Source data:
import { encodeBody } from "../encode-body.ts";
import type { CallContext } from "../errors/kneegap-error.ts";
import { SiteInputError } from "../errors/site-input-error.ts";
import type { ClimateLines } from "./climate-lines.ts";
import type { PortfolioSiteRequest } from "./portfolio-lines.ts";
import { SeenIds } from "./seen-ids.ts";

/** A site on its way. */
export interface OpenSite {
  readonly id: string;
  readonly line: Uint8Array;
  /** The name of its climate; null when it names none. */
  readonly climate: string | null;
}

/** Up to what a batch is filled. */
export interface BatchBounds {
  readonly sites: number;
  /** Of the sites and the climates that they name. */
  readonly bytes: number;
}

/** What the sites of a portfolio may refer to. */
export interface SharedParts {
  readonly climates: ClimateLines;
  /** The name of the climate that a site has without one of its own; null when the defaults name none. */
  readonly climate: string | null;
}

/** How long the caller's sequence may keep a batch that is not full waiting, ms. */
const PATIENCE = 100;

/** Takes the caller's sites one by one and packs them into batches. */
export class BatchSource {
  readonly #sites: Iterator<PortfolioSiteRequest> | AsyncIterator<PortfolioSiteRequest>;
  readonly #shared: SharedParts;
  #bounds: BatchBounds;
  readonly #context: CallContext;
  readonly #seen = new SeenIds();
  #taken = 0;
  /** A site that no longer went into the last batch. */
  #over: OpenSite | null = null;
  #pending: Promise<IteratorResult<PortfolioSiteRequest>> | null = null;
  #ended = false;
  #failure: { readonly error: unknown } | null = null;

  constructor(
    sites: Iterable<PortfolioSiteRequest> | AsyncIterable<PortfolioSiteRequest>,
    shared: SharedParts,
    bounds: BatchBounds,
    context: CallContext,
  ) {
    this.#sites = Symbol.asyncIterator in sites ? sites[Symbol.asyncIterator]() : sites[Symbol.iterator]();
    this.#shared = shared;
    this.#bounds = bounds;
    this.#context = context;
  }

  /** How many sites were taken. */
  get taken(): number {
    return this.#taken;
  }

  /** Fills the batches that follow up to no more than `bytes`. */
  narrow(bytes: number): void {
    this.#bounds = { ...this.#bounds, bytes: Math.min(this.#bounds.bytes, bytes) };
  }

  /**
   * The next batch: full, or what there is when the sequence ends, fails, or keeps it waiting for 100 ms; null at the
   * end. A failure of the sequence, or a SiteInputError, is thrown once the sites before it are in a batch.
   */
  async next(): Promise<OpenSite[] | null> {
    const batch: OpenSite[] = [];
    const named = new Set<string>();
    let bytes = 0;
    for (;;) {
      const site = await this.#take(batch.length > 0);
      if (site === null) break;
      const climate =
        site.climate === null || named.has(site.climate) ? 0 : this.#shared.climates.line(site.climate).length;
      const more = site.line.length + climate;
      if (batch.length > 0 && bytes + more > this.#bounds.bytes) {
        this.#over = site;
        return batch;
      }
      batch.push(site);
      bytes += more;
      if (site.climate !== null) named.add(site.climate);
      if (batch.length === this.#bounds.sites) return batch;
    }
    if (batch.length > 0) return batch;
    if (this.#failure !== null) throw this.#failure.error;
    return null;
  }

  /** Lets the sequence go, unless it ended by itself. What it throws on the way out is thrown, unless it is still being waited for. */
  async close(): Promise<void> {
    if (this.#ended) return;
    this.#ended = true;
    const closed = Promise.resolve(this.#sites.return?.());
    if (this.#pending === null) await closed;
    else closed.catch(() => {});
  }

  /** The next site; null at the end, at a failure, or when it keeps others waiting. */
  async #take(othersWait: boolean): Promise<OpenSite | null> {
    const over = this.#over;
    this.#over = null;
    if (over !== null || this.#ended) return over;
    try {
      const step = await this.#step(othersWait);
      if (step === null) return null;
      if (step.done === true) this.#ended = true;
      else return this.#open(step.value);
    } catch (error) {
      await this.#fail(error);
    }
    return null;
  }

  async #fail(error: unknown): Promise<void> {
    this.#failure = { error };
    // A sequence that threw has ended; one with a site that cannot be sent has not.
    if (error instanceof SiteInputError) await this.close().catch(() => {});
    this.#ended = true;
  }

  async #step(othersWait: boolean): Promise<IteratorResult<PortfolioSiteRequest> | null> {
    if (this.#pending === null) {
      const step = this.#sites.next();
      if (!("then" in step)) return step;
      this.#pending = step;
      // It may fail while nobody waits for it, and then does so again for the next who does.
      step.catch(() => {});
    }
    const step = await (othersWait ? patiently(this.#pending) : this.#pending);
    if (step !== null) this.#pending = null;
    return step;
  }

  #open(site: PortfolioSiteRequest): OpenSite {
    const index = this.#taken;
    this.#taken += 1;
    const id = typeof site?.id === "string" ? site.id : null;
    const refuse = (reason: string, cause?: unknown) =>
      new SiteInputError({ index, id }, reason, { ...this.#context, cause });
    if (id === null) throw refuse("has no id, or one that is no text");
    const first = this.#seen.add(id, index);
    if (first !== null) throw refuse(`has the id of the site at ${first}; give each its own`);
    const climate = site.climate === undefined ? this.#shared.climate : namedClimate(site);
    if (climate !== null && !this.#shared.climates.has(climate)) {
      throw refuse(`names the climate ${JSON.stringify(climate)}, which the option climates does not hold`);
    }
    try {
      if (climate !== null) this.#shared.climates.line(climate);
      const line = encodeBody({ ...site, kind: "site" }, "application/json", this.#context);
      return { id, line, climate };
    } catch (cause) {
      throw refuse(`cannot be written: ${(cause as Error).message}`, cause);
    }
  }
}

/** The name by which a site, or the defaults, refer to a climate; null when they do not. */
export function namedClimate({ climate }: Pick<PortfolioSiteRequest, "climate">): string | null {
  return climate !== undefined && "kind" in climate && climate.kind === "named" ? climate.name : null;
}

/** What `pending` gives within {@link PATIENCE}, else null. */
async function patiently<T>(pending: Promise<T>): Promise<T | null> {
  let timer: NodeJS.Timeout | undefined;
  const late = new Promise<null>((resolve) => {
    timer = setTimeout(resolve, PATIENCE, null);
  });
  try {
    return await Promise.race([pending, late]);
  } finally {
    clearTimeout(timer);
  }
}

TASK DIRECTIONS = In the entries above, one line contains "bytes: Math.min(this.#bounds.bytes, bytes)" and another contains "sent has not.". Reproduce exactly those two lines and the lines between them, nothing else.

TASK RESPONSE =
    this.#bounds = { ...this.#bounds, bytes: Math.min(this.#bounds.bytes, bytes) };
  }

  /**
   * The next batch: full, or what there is when the sequence ends, fails, or keeps it waiting for 100 ms; null at the
   * end. A failure of the sequence, or a SiteInputError, is thrown once the sites before it are in a batch.
   */
  async next(): Promise<OpenSite[] | null> {
    const batch: OpenSite[] = [];
    const named = new Set<string>();
    let bytes = 0;
    for (;;) {
      const site = await this.#take(batch.length > 0);
      if (site === null) break;
      const climate =
        site.climate === null || named.has(site.climate) ? 0 : this.#shared.climates.line(site.climate).length;
      const more = site.line.length + climate;
      if (batch.length > 0 && bytes + more > this.#bounds.bytes) {
        this.#over = site;
        return batch;
      }
      batch.push(site);
      bytes += more;
      if (site.climate !== null) named.add(site.climate);
      if (batch.length === this.#bounds.sites) return batch;
    }
    if (batch.length > 0) return batch;
    if (this.#failure !== null) throw this.#failure.error;
    return null;
  }

  /** Lets the sequence go, unless it ended by itself. What it throws on the way out is thrown, unless it is still being waited for. */
  async close(): Promise<void> {
    if (this.#ended) return;
    this.#ended = true;
    const closed = Promise.resolve(this.#sites.return?.());
    if (this.#pending === null) await closed;
    else closed.catch(() => {});
  }

  /** The next site; null at the end, at a failure, or when it keeps others waiting. */
  async #take(othersWait: boolean): Promise<OpenSite | null> {
    const over = this.#over;
    this.#over = null;
    if (over !== null || this.#ended) return over;
    try {
      const step = await this.#step(othersWait);
      if (step === null) return null;
      if (step.done === true) this.#ended = true;
      else return this.#open(step.value);
    } catch (error) {
      await this.#fail(error);
    }
    return null;
  }

  async #fail(error: unknown): Promise<void> {
    this.#failure = { error };
    // A sequence that threw has ended; one with a site that cannot be sent has not.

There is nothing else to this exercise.